Keluarga Martin Luther King meminta semua pihak yang terlibat dengan dokumen itu untuk memberlakukannya dengan empati, pengendalian diri, dan rasa hormat terhadap duka yang masih dialami keluarga.
Mereka juga mengutuk segala upaya penyalahgunaan dokumen-dokumen tersebut.
"Kini kami harus menghormati pengorbanannya dengan berkomitmen mewujudkan impiannya -- sebuah masyarakat yang berakar pada kasih sayang, persatuan, dan kesetaraan," kata keluarga Martin Luther King dalam pernyataannya.
"Selama ayah kami hidup, dia tanpa henti menjadi sasaran kampanye disinformasi dan pengawasan yang invansif, predatoris, dan sangat meresahkan yang didalangi oleh J. Edgar Hoover melalui Biro Investigasi Federal (FBI)," kata keluarga lagi, termasuk anak Martin Luther King yang masih hidup -- Martin III (67) dan Bernice (62).

Pelaku yang diidentifikasi bernama James Earl Ray mengaku membunuh Martin Luther King. Namun, pengakuan itu dia tarik kembali. Ray pun meninggal dunia di penjara pada 1998.

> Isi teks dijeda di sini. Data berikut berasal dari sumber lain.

"""Sentence patterns learned from the executor's own fills: a path that fills a tool's arguments without a model.

Questions of one family repeat their phrasings; only the values change. After the executor fills a question's
arguments (and they passed the schema check, the fit check and the tool run), each sentence of the question
becomes a pattern: its text with the spans the arguments copied (numbers, dates, clock times, names) replaced by
typed slots, each slot mapped to the argument path it fills. A later question whose every sentence matches a
pattern gets its arguments assembled from the slots.

Lists are handled in two clean shapes only: a run of values in one sentence joined by ", " or " and " that is a
whole list of scalars (a list slot), and a sentence that holds every value of one list item and nothing else (an
item pattern: each sentence that matches it adds one item, in sentence order). Anything else (two items in one
sentence, an item spread over sentences, lists inside list items, a value the question states twice, a value
the question does not state) is not learned, and such questions stay with the executor.

Guards, all here and pure: a pattern is used only once it has reproduced the executor's arguments on
`CONFIRMATIONS` questions; whenever a pattern's values disagree with the executor's (while learning, or on a
sampled cross-check) it is retired for good. The book of one tool is a pydantic record; `patternstore.py` keeps
it on disk."""

from __future__ import annotations

import datetime as dt
import hashlib
import json
import re
from dataclasses import dataclass, field
from typing import Any, Literal

from pydantic import BaseModel, Field

from .guess import shape

CONFIRMATIONS = 2  # questions on which a pattern must have reproduced the executor's arguments before use
MAX_PATTERNS = 2000  # per tool; past it the oldest patterns not yet confirmed are dropped
SEPARATORS = (", and ", ", ", " and ")  # between the items of a list slot

Kind = Literal["int", "number", "date", "time", "text"]
_KIND_RX = {"int": r"-?\d+", "number": r"-?\d+(?:\.\d+)?", "date": r"\d{4}-\d{2}-\d{2}", "time": r"\d{1,2}:\d{2}"}
_DATE = re.compile(r"\d{4}-\d{2}-\d{2}")
_TIME = re.compile(r"\d{1,2}:\d{2}")
_NUMBER_AT = re.compile(r"(?<![\w.:-])-?\d+(?:\.\d+)?(?![\w:-]|\.\d)")


class Slot(BaseModel):
    """One typed hole of a pattern and where its value goes: `path` from the arguments (or, in an item pattern,
    from the list item; [] for an item that is the value itself). `many`: a list of such values (a list slot)."""

    kind: Kind
    path: list[str]
    many: bool = False
    shape: str | None = None  # the regex of a text slot's value (character classes of the learned value)


class Pattern(BaseModel):
    """A sentence with typed slots; `item_of` names the list a matching sentence adds one item to."""

    id: str
    text: str  # the sentence as a person reads it: "The {text} leaves at minute {int} ..."
    regex: str
    slots: list[Slot]
    item_of: list[str] | None = None
    confirmed: int = 0
    retired: bool = False
    why_retired: str | None = None

    def usable(self, learning: bool) -> bool:
        return not self.retired and (learning or self.confirmed >= CONFIRMATIONS)


class Book(BaseModel):
    """The patterns of one tool (the file holds exactly this)."""

    version: Literal[1] = 1
    tool: str
    patterns: dict[str, Pattern] = Field(default_factory=dict)


def tool_key(code: str, entry: str, schema: dict[str, Any]) -> str:
    """Which book a tool uses: its code, entry and argument schema, so an edited or rebuilt tool starts fresh."""
    payload = json.dumps({"code": code, "entry": entry, "schema": schema}, sort_keys=True, ensure_ascii=False)
    return hashlib.sha256(payload.encode()).hexdigest()[:32]


def sentences(question: str) -> list[str]:
    """The question's sentences, spacing normalised: split after . ? or ! followed by a space."""
    text = " ".join(question.split())
    return [s for s in re.split(r"(?<=[.?!])\s+", text) if s]


# ---- slots: their text, their values --------------------------------------------------------------------------

def _item_rx(slot: Slot) -> str:
    return slot.shape if slot.kind == "text" and slot.shape else _KIND_RX[slot.kind]


def _slot_rx(slot: Slot) -> str:
    one = f"(?:{_item_rx(slot)})"
    if not slot.many:
        return f"({one})"
    sep = "|".join(re.escape(s) for s in SEPARATORS)
    return f"({one}(?:(?:{sep}){one})*)"


def _parse_one(kind: Kind, text: str) -> Any:
    """A slot's text as the value the executor would copy; ValueError when it does not parse."""
    if kind == "int":
        return int(text)
    if kind == "number":
        return float(text) if "." in text else int(text)
    if kind == "date":
        dt.date.fromisoformat(text)
    elif kind == "time":
        h, m = map(int, text.split(":"))
        if not (0 <= h < 24 and 0 <= m < 60):
            raise ValueError(f"{text} is not a clock time")
    return text


def _split_many(slot: Slot, text: str) -> list[str]:
    item = re.compile(_item_rx(slot))
    out, pos = [], 0
    while True:
        m = item.match(text, pos)
        if m is None or m.end() == pos:
            raise ValueError(f"cannot split {text!r} into items")
        out.append(m.group())
        pos = m.end()
        if pos == len(text):
            return out
        sep = next((s for s in SEPARATORS if text.startswith(s, pos)), None)
        if sep is None:
            raise ValueError(f"cannot split {text!r} into items")
        pos += len(sep)


def slot_value(slot: Slot, text: str) -> Any:
    if slot.many:
        return [_parse_one(slot.kind, t) for t in _split_many(slot, text)]
    return _parse_one(slot.kind, text)


def _kind_of(value: Any) -> Kind | None:
    if isinstance(value, bool) or value is None:
        return None
    if isinstance(value, int):
        return "int"
    if isinstance(value, float):
        return "number"
    if isinstance(value, str) and value.strip() == value and value:
        return "date" if _DATE.fullmatch(value) else "time" if _TIME.fullmatch(value) else "text"
    return None


# ---- reading a sentence with a pattern ---------------------------------------------------------------------

@dataclass
class Reading:
    """What one pattern reads from one sentence: values by path (or one list item)."""

    pattern: Pattern
    values: list[tuple[tuple, Any]]  # (path, value); paths inside the item for item patterns

    @property
    def key(self) -> str:
        return json.dumps([self.pattern.item_of, [[list(p), v] for p, v in self.values]], sort_keys=True)


def read(pattern: Pattern, sentence: str) -> Reading | None:
    """The values `pattern` reads from `sentence`, or None when it does not match or a slot does not parse."""
    m = re.fullmatch(pattern.regex, sentence)
    if m is None:
        return None
    try:
        values = [(tuple(s.path), slot_value(s, g)) for s, g in zip(pattern.slots, m.groups())]
    except ValueError:
        return None
    return Reading(pattern, values)


@dataclass
class Prediction:
    """Arguments assembled from patterns, or why there are none (`miss`)."""

    arguments: dict[str, Any] | None
    readings: list[Reading] = field(default_factory=list)
    miss: str | None = None

    @property
    def used(self) -> list[str]:
        return sorted({r.pattern.id for r in self.readings})


def _put(target: dict[str, Any], path: tuple, value: Any) -> bool:
    """Set a value at a path of keys; False when something is there already."""
    for key in path[:-1]:
        nxt = target.setdefault(key, {})
        if not isinstance(nxt, dict):
            return False
        target = nxt
    if path[-1] in target:
        return False
    target[path[-1]] = value
    return True


def _empty_lists(schema: dict[str, Any], target: dict[str, Any]) -> None:
    """Required lists no sentence filled are empty ("No co-op holidays apply." holds no value)."""
    for key in schema.get("required", []):
        sub = schema.get("properties", {}).get(key, {})
        if key not in target and sub.get("type") == "array":
            target[key] = []
        elif isinstance(target.get(key), dict) and sub.get("type") == "object":
            _empty_lists(sub, target[key])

Keluarga Martin Luther King juga mengatakan telah mengajukan gugatan perdata di Tennessee pada 1999 yang menghasilkan kesimpulan bahwa Martin Luther King merupakan korban konspirasi yang melibatkan Loyd Jowers dan rekan-rekan konspirator lainnya, termasuk badan-badan pemerintah sebagai bagian dari skema yang lebih luas.

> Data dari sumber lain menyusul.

@app.command("answer")
def answer_cmd(queue: str = typer.Argument(..., help="Queue file (JSONL: {\"id\", \"question\"} per line), or - for stdin."),
            out_file: Optional[str] = typer.Option(None, "--out", "-o", help="Answers file (JSONL, appended and resumed; "
                                              "default QUEUE.answers.jsonl); - for stdout."),
            follow: bool = typer.Option(False, "--follow", "-f", help="Keep reading the queue as lines are appended (stop with Ctrl-C)."),
            fallback: str = typer.Option("builder", "--fallback", help="Who answers when no tool fits or a tool fails: builder, executor or none."),
            min_confidence: float = typer.Option(0.0, "--min-confidence", min=0.0, max=1.0, help="Route to none below this router confidence."),
            group: bool = typer.Option(True, "--group/--no-group", help="Route everything first, then answer grouped by tool (keeps prompt prefixes cached)."),
            executor: Optional[str] = typer.Option(None, "--executor", help="Executor model name (default from models.toml)."),
            builder: Optional[str] = typer.Option(None, "--builder", help="Builder model name, for the fallback."),
            seed: int = typer.Option(0, "--seed"),
            threads: int = typer.Option(1, "--threads", min=0, help="llama.cpp threads per model (0: one per physical core)."),
            expected: Optional[Path] = typer.Option(None, "--expected", help="JSONL of {id, family, answer} to score routes and answers against."),
            as_json: bool = typer.Option(False, "--json", help="The run report as JSON on stdout.")) -> None:
    """Answer a queue of questions: route each to a tool, fill its arguments, run it; one answer record per task.

    Records are appended and flushed one by one; rerunning with the same --out resumes (answered ids are
    skipped). Blank queue lines are skipped; a bad line (not JSON, no question, duplicate id) gets an error
    record with its line number (id line-N when it has none). Ctrl-C once: finish the current task and stop;
    twice: stop at once. Either way the answers file stays valid JSONL.
    """
    from .errors import InputError
    from .runloop import default_out, local_setup, run_queue

    caution()
    options = _run_options(fallback, min_confidence, seed, group)
    target = default_out(queue) if out_file is None else (None if out_file == "-" else Path(out_file))
    if out_file is None and target is None:
        raise InputError("reading the queue from stdin needs --out FILE (or --out - for stdout)")
    setup = local_setup(options, executor, builder, verbose=STATE["verbose"], threads=threads)
    with _RunProgress(quiet=STATE["verbose"]) as progress:
        report = run_queue(queue, target, options, setup, follow=follow, progress=progress)
    console = err if target is None else out  # with --out -, stdout carries the answer records
    if as_json:
        console.print_json(report.model_dump_json())
    else:
        _print_report(report, console)
    if expected is not None and target is not None:
        _print_score(target, expected, console)
    if report.interrupted:
        sys.exit(130)


def _print_score(answers: Path, expected: Path, console: Console) -> None:
    from .errors import InputError
    from .queue import AnswerRecord
    from .runloop import score_answers

    def rows(path: Path) -> list[dict]:
        out_rows = []
        for i, line in enumerate(path.read_text(encoding="utf-8").splitlines(), 1):
            if line.strip():
                try:
                    out_rows.append(json.loads(line))
                except ValueError as exc:
                    raise InputError(f"{path}:{i}: not valid JSON: {exc}") from exc
        return out_rows

    records = [AnswerRecord.model_validate(r) for r in rows(answers)]
    from .store import ToolStore

    with ToolStore() as store:
        available = {t.name for t in store.tools(verified_only=True)}
    s = score_answers(records, rows(expected), available)
    console.print(f"[bold]Against {expected}[/bold]: routing {s.routed_right}/{s.tasks} right; answers "
                  f"{s.answers_right}/{s.answers_checked} right; questions that fit no tool routed to none: "
                  f"{s.unrelated_to_none}/{s.unrelated}", highlight=False)
    for w in s.wrong:
        console.print(f"  wrong: {w}", highlight=False, soft_wrap=True)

"Putusan tersebut juga menegaskan bahwa seseorang selain James Earl Ray merupakan penembak, dan bahwa Ray dijebak untuk menanggung kesalahan. Keluarga kami menilai putusan tersebut sebagai penegasan atas keyakinan yang telah lama kami pegang," kata keluarga.
Loyd Jowers dulunya merupakan petugas kepolisian Memphis. Dalam wawancara dengan program Prime Time Live di ABC pada 1993, dia mengaku berpartisipasi dalam rencana untuk membunuh Martin Luther King.
Kementerian Kehakiman pada 2023 melaporkan klaim Jowers itu meragukan.